A Glimpse into Investor Stewardship in Practice
At a recent INFINZ seminar, some of New Zealand’s leading asset managers discussed the benefits and challenges of investor stewardship, and what applying it looks like in practice.
One theme that was noted was the growth in stewardship both globally and in New Zealand. New Zealand’s Stewardship Code has managers of majority of New Zealand’s assets under management signed up to it, and stewardship is a leading responsible investment strategy in many global markets.
Milford’s Portfolio Manager and Head of Sustainable Investment, Frances Sweetman believes this growth in stewardship and the adoption of the Stewardship Code reflects a “legitimisation and maturation of responsible investment activity”. The Stewardship Code provides a universal standard for what good stewardship in New Zealand looks like, and a platform for investors to increase impact. “It helps to create a consistent and repeatable process around good sustainable investment.”
The growing interest in investor engagements in New Zealand was also discussed a lot. Investment practice is maturing from ‘invest or divest’ to how investors can use their influence to improve the long-term value of companies, says Frances Sweetman. She says engagement priorities reflect, and try to balance, issues such as increasing carbon emissions, demand for fossil fuel and the questions of returns and fiduciary duty.
Frances Sweetman advises taking time to prioritise engagements - she says it takes effort from both sides, so spend that effort wisely. “For us prioritizing is a balancing act between identifying where an investee may be posing a higher level of risk to our portfolio, or to society, and where we can make an impact - for example where we are a substantial shareholder, we are likely to have a louder voice.”
“The Stewardship Code encourages transparency with engagements.

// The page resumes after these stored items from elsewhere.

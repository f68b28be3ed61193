#include <gmock/gmock.h>
#include <gtest/gtest.h>

#include <random>

#include "network/flow_system.hpp"
#include "tests/unit/network/network_support.hpp"

// Networks as a modeller would write them, few flows given, against their transport matrices
//   A_ij = q(j -> i) / V_i,  A_ii = -(what leaves i) / V_i   [1/d]
// written out by hand from the flows in the comment over each, and large networks.

namespace stillzone::network {
namespace {

using Matrix = std::vector<std::vector<double>>;

Matrix transport_matrix(const Case& the_case) {
  const Balanced result = balanced(the_case);
  if (!result.balance) throw std::invalid_argument(result.faults);
  const auto rates = result.balance->mean_rates(the_case, 0.0);
  const std::size_t n = the_case.zones.size();
  Matrix a(n, std::vector<double>(n, 0.0));
  for (std::size_t s = 0; s < rates.size(); ++s) {
    const Stream& stream = result.balance->streams()[s];
    if (stream.from.kind != Place::Kind::zone) continue;
    const std::size_t from = stream.from.index;
    a[from][from] -= rates[s] / the_case.zones[from].volume.value();
    if (stream.to.kind != Place::Kind::zone) continue;
    a[stream.to.index][from] += rates[s] / the_case.zones[stream.to.index].volume.value();
  }
  return a;
}

void expect_matrix(const Matrix& found, const Matrix& expected) {
  ASSERT_EQ(found.size(), expected.size());
  for (std::size_t i = 0; i < found.size(); ++i) {
    for (std::size_t j = 0; j < found.size(); ++j) {
      EXPECT_NEAR(found[i][j], expected[i][j], 1e-14) << i << " " << j;
    }
  }
}

// Mixed zone 2250 m3 with a stagnant zone 750 m3 that exchanges 45 m3/d; feed 150 m3/d.
TEST(FlowNetworks, MixedZoneWithAStagnantZone) {
  NetworkSketch net;
  net.zone("mixed", 2250).zone("stagnant", 750).feed("sludge", 150).outlet("o");
  net.rest("sludge", "mixed").exchange("mixed", "stagnant", 45).rest("mixed", "o");
  expect_matrix(transport_matrix(net.the_case()),
                {{-195.0 / 2250, 45.0 / 2250}, {45.0 / 750, -45.0 / 750}});
}

// 30 of 150 m3/d leave the first zone; 120 go on to the second, which exchanges 80 with it.
TEST(FlowNetworks, TwoZonesThatAreBothDrawnFrom) {
  NetworkSketch net;
  net.zone("first", 1800).zone("second", 1200).feed("sludge", 150).outlet("o");
  net.rest("sludge", "first").given("first", "o", 30).rest("first", "second");
  net.exchange("first", "second", 80).rest("second", "o");
  expect_matrix(transport_matrix(net.the_case()),
                {{-230.0 / 1800, 80.0 / 1800}, {200.0 / 1200, -200.0 / 1200}});
}

// 10 % of the feed enters the second zone; 200 m3/d return to the inlet zone; a stagnant zone.
TEST(FlowNetworks, InletZoneWithReturnAndStagnantZone) {
  NetworkSketch net;
  net.zone("inlet", 300).zone("main", 1900).zone("stagnant", 800).feed("sludge", 150).outlet("o");
  net.share("sludge", "main", 0.1).rest("sludge", "inlet").rest("inlet", "main");
  net.given("main", "inlet", 200).exchange("main", "stagnant", 25).rest("main", "o");
  expect_matrix(transport_matrix(net.the_case()), {{-335.0 / 300, 200.0 / 300, 0},
                                                   {335.0 / 1900, -375.0 / 1900, 25.0 / 1900},
                                                   {0, 25.0 / 800, -25.0 / 800}});
}

// Five tanks of 600 m3, 210 m3/d forward and 60 back, written as exchanges of 60 alone: the feed of
// 150 finds its way through them.
TEST(FlowNetworks, FiveTanksWithBackmixingWrittenAsExchanges) {
  NetworkSketch net;
  for (const char* name : {"1", "2", "3", "4", "5"}) net.zone(name, 600);
  net.feed("sludge", 150).outlet("o").rest("sludge", "1").rest("5", "o");
  net.exchange("1", "2", 60).exchange("3", "2", 60).exchange("3", "4", 60).exchange("5", "4", 60);
  const double f = 210.0 / 600;
  const double b = 60.0 / 600;
  expect_matrix(transport_matrix(net.the_case()), {{-f, b, 0, 0, 0},
                                                   {f, -f - b, b, 0, 0},
                                                   {0, f, -f - b, b, 0},
                                                   {0, 0, f, -f - b, b},
                                                   {0, 0, 0, f, -f}});
}

constexpr std::size_t kSide = 100;  // 10,000 zones

/// Zones in a square, feed into the first, outlet from the last.
NetworkSketch square(std::size_t side = kSide) {
  NetworkSketch net;
  for (std::size_t i = 0; i < side * side; ++i) net.zone("z");
  net.feed("sludge", 1000.0).outlet("o");
  const auto add = [&](Place from, Place to) {
    Flow flow;
    flow.from = from;
    flow.to = to;
    net.the_case().flows.push_back(flow);
  };
  add({Place::Kind::feed, 0}, {Place::Kind::zone, 0});
  add({Place::Kind::zone, side * side - 1}, {Place::Kind::outlet, 0});
  return net;
}

Flow between(std::size_t from, std::size_t to) {
  Flow flow;
  flow.from = {Place::Kind::zone, from};
  flow.to = {Place::Kind::zone, to};
  return flow;
}

void expect_closed(const Case& the_case) {
  const Balanced result = balanced(the_case);
  ASSERT_EQ(result.faults, "");
  const auto rates = result.balance->mean_rates(the_case, 0.0);
  EXPECT_LE(result.balance->closure_error(the_case, rates), 1e-10);
}

// A flow field: eddies of given flow over all cells of the square, and a path to and fro through
// all zones whose flows continuity must find. 49,000 flows, 10,000 of them unknown.
TEST(FlowNetworks, TenThousandZonesWithAGivenFlowFieldClose) {
  NetworkSketch net = square();
  auto& flows = net.the_case().flows;
  std::mt19937 random(7);
  std::uniform_real_distribution<double> strength(1.0, 9.0);
  for (std::size_t i = 0; i + 1 < kSide; ++i) {
    for (std::size_t j = 0; j + 1 < kSide; ++j) {
      const std::size_t corner = i * kSide + j;
      const std::size_t ring[] = {corner, corner + 1, corner + kSide + 1, corner + kSide, corner};
      const double flow = strength(random);
      for (std::size_t k = 0; k < 4; ++k) {
        flows.push_back(between(ring[k], ring[k + 1]));
        flows.back().given = core::FlowRate(flow);
      }
    }
  }
  const auto on_path = [](std::size_t k) {
    const std::size_t row = k / kSide;
    const std::size_t along = k % kSide;
    return row * kSide + (row % 2 == 0 ? along : kSide - 1 - along);
  };
  std::size_t last = 0;
  for (std::size_t k = 1; k < kSide * kSide; ++k) {
    flows.push_back(between(last, on_path(k)));
    last = on_path(k);
  }
  flows[1].from.index = last;
  expect_closed(net.the_case());
}

// Every zone shares what it gets between its neighbours: all its unknowns hang together.
TEST(FlowNetworks, TenThousandZonesJoinedBySharesClose) {
  NetworkSketch net = square();
  constexpr std::size_t side = kSide;
  auto& flows = net.the_case().flows;
  for (std::size_t i = 0; i < side; ++i) {
    for (std::size_t j = 0; j < side; ++j) {
      const std::size_t here = i * side + j;
      std::vector<std::pair<std::size_t, double>> next;
      if (j > 0) next.emplace_back(here - 1, 0.15);
      if (j + 1 < side) next.emplace_back(here + 1, 0.4);
      if (i + 1 < side) next.emplace_back(here + side, 0.35);
      for (const auto& [to, share] : next) {
        flows.push_back(between(here, to));
        // The last on the list takes the rest; the last zone's rest leaves by the outlet.
        if (to != next.back().first || here + 1 == side * side) {
          flows.back().share = core::Share(share);
        }
      }
    }
  }
  expect_closed(net.the_case());
}

// A mesh of exchanges alone: the feed finds its way through all of them.
TEST(FlowNetworks, TenThousandZonesJoinedByExchangesClose) {
  NetworkSketch net = square();
  auto& flows = net.the_case().flows;
  for (std::size_t i = 0; i < kSide; ++i) {
    for (std::size_t j = 0; j < kSide; ++j) {
      for (const std::size_t to :
           {j + 1 < kSide ? i * kSide + j + 1 : 0U, i + 1 < kSide ? (i + 1) * kSide + j : 0U}) {
        if (to == 0) continue;
        flows.push_back(between(i * kSide + j, to));
        flows.back().exchange = true;
        flows.back().given = core::FlowRate(500.0);
      }
    }
  }
  expect_closed(net.the_case());
}

TEST(FlowSystem, FreeDirectionsMeetEveryRow) {
  // x0 + x1 = x2, x2 = x3 + x4, x3 known: 5 variables, 2 rows, 2 free.
  const FlowSystem system({{{0, 1.0}, {1, 1.0}, {2, -1.0}}, {{2, 1.0}, {3, -1.0}, {4, -1.0}}},
                          {false, false, false, true, false});
  EXPECT_EQ(system.n_free(), 2U);
  const auto directions = system.free_directions(10);
  ASSERT_EQ(directions.size(), 2U);
  for (const auto& direction : directions) {
    std::vector<double> x(5, 0.0);
    for (const FlowSystem::Term& term : direction) x[term.variable] = term.factor;
    EXPECT_DOUBLE_EQ(x[3], 0.0);
    EXPECT_NEAR(x[0] + x[1] - x[2], 0.0, 1e-15);
    EXPECT_NEAR(x[2] - x[3] - x[4], 0.0, 1e-15);
  }
}

TEST(FlowSystem, ALoopOfEquationsIsSolvedTogether) {
  // a = 1 + b/2, b = 2 + a/4 -> a = 16/7, b = 18/7 (known variable 2 is 1).
  const FlowSystem system({{{0, 1.0}, {1, -0.5}, {2, -1.0}}, {{1, 1.0}, {0, -0.25}, {2, -2.0}}},
                          {false, false, true});
  std::vector<double> x = {0.0, 0.0, 1.0};
  system.substitute(x);
  EXPECT_NEAR(x[0], 16.0 / 7.0, 1e-14);
  EXPECT_NEAR(x[1], 18.0 / 7.0, 1e-14);
}

/// Equations of one closed ring of n variables with each row twice: x_i = 0.5 x_(i+1) + 1.
TEST(FlowSystem, ALargeCoreWithRepeatedRowsIsSolvedBySparseOrthogonalFactors) {
  constexpr std::size_t n = 300;
  std::vector<FlowSystem::Row> rows;
  for (std::size_t i = 0; i < 2 * n; ++i) {
    rows.push_back({{i % n, 1.0}, {(i + 1) % n, -0.5}, {n, -1.0}});
  }
  std::vector<bool> known(n + 1, false);
  known[n] = true;
  const FlowSystem system(rows, known);
  EXPECT_EQ(system.n_free(), 0U);
  std::vector<double> x(n + 1, 0.0);
  x[n] = 1.0;
  system.substitute(x);
  for (std::size_t i = 0; i < n; ++i) EXPECT_NEAR(x[i], 2.0, 1e-12);
}

TEST(FlowSystem, ALargeLoopWithoutAGivenFlowHasOneFreeDirection) {
  constexpr std::size_t n = 300;  // x_i = x_(i+1) all round, every row twice
  std::vector<FlowSystem::Row> rows;
  for (std::size_t i = 0; i < 2 * n; ++i) rows.push_back({{i % n, 1.0}, {(i + 1) % n, -1.0}});
  const FlowSystem system(rows, std::vector<bool>(n, false));
  EXPECT_EQ(system.n_free(), 1U);
  const auto directions = system.free_directions(3);
  ASSERT_EQ(directions.size(), 1U);
  ASSERT_EQ(directions[0].size(), n);
  for (const FlowSystem::Term& term : directions[0]) {
    EXPECT_NEAR(term.factor, directions[0][0].factor, 1e-10);
  }
}

}  // namespace
}  // namespace stillzone::network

We need to normalize what is a very common activity globally, and should be seen as valuable and constructive in New Zealand.”
At the same time, Daniel Street, Partner at DLA Piper, noted the increasing focus from regulators on stewardship claims and whether they may be considered greenwashing. “Regulators are taking notice of stewardship too, and the same principles apply to any investor related reporting. Any statements should be clear, accurate and consistent. Take care that the overall impression of your stewardship claim matches the impact and influence you have”
Castle Point Funds Management Partner Gordon Sims told the seminar that stewardship takes into account many externalities that are not always captured in more short-term thinking. “Stewardship means engaging not just with companies. Investors are increasingly speaking up on policy issues, including the current development of modern slavery legislation in New Zealand.”
Gordon Sims acknowledges effective stewardship activities takes resource, but can be done in a light touch way - for example, by participating in collaborative engagements or by prioritising what is important to stakeholders. “Being a small asset manager shouldn’t prevent you engaging in stewardship - it may just alter the way you do it.”
Castle Point Funds Management gives the example of one company where there were concerns they weren’t managing their risks around modern slavery concerns properly.
“The first response from a New Zealand corporate was a strong push back around the level of work required at a board level, and how long the process could take for something that was not currently a regulatory requirement for them. Once we’d explained the timeframe we felt was appropriate, our logic behind the request, and the outcome we wanted, we came to an agreement pretty quickly. Supplier selection policies have already been changed, and we expect them to file their Australian modern slavery statement this year.”
Frances Sweetman says the Code is a ‘comply or explain’ Code, acknowledging it’s a journey for companies, and it encourages them to work towards compliance while describing their progress. As an example, Milford is working towards its conflicts of interest policy.
In the coming year, Gordon Sims thinks Signatories should focus on collaboratively engaging with investees. “I suspect many investment managers are looking for similar outcomes from their engagement efforts, but I’m not sure that our investees hear a common voice from us. International research shows collaborative engagements can be three times more effective, while reducing the burden on companies.”
He also advises that seeing change from these engagements can take time, due to the nature of a company's reporting cycle. It’s important to stay focused and accept change is unlikely to be immediate. “We’re all still only starting this journey, there’s plenty to be done,” he says.
Thanks to INFINZ and the Aotearoa New Zealand Stewardship Code for organising this event, and to DLA Piper for hosting it.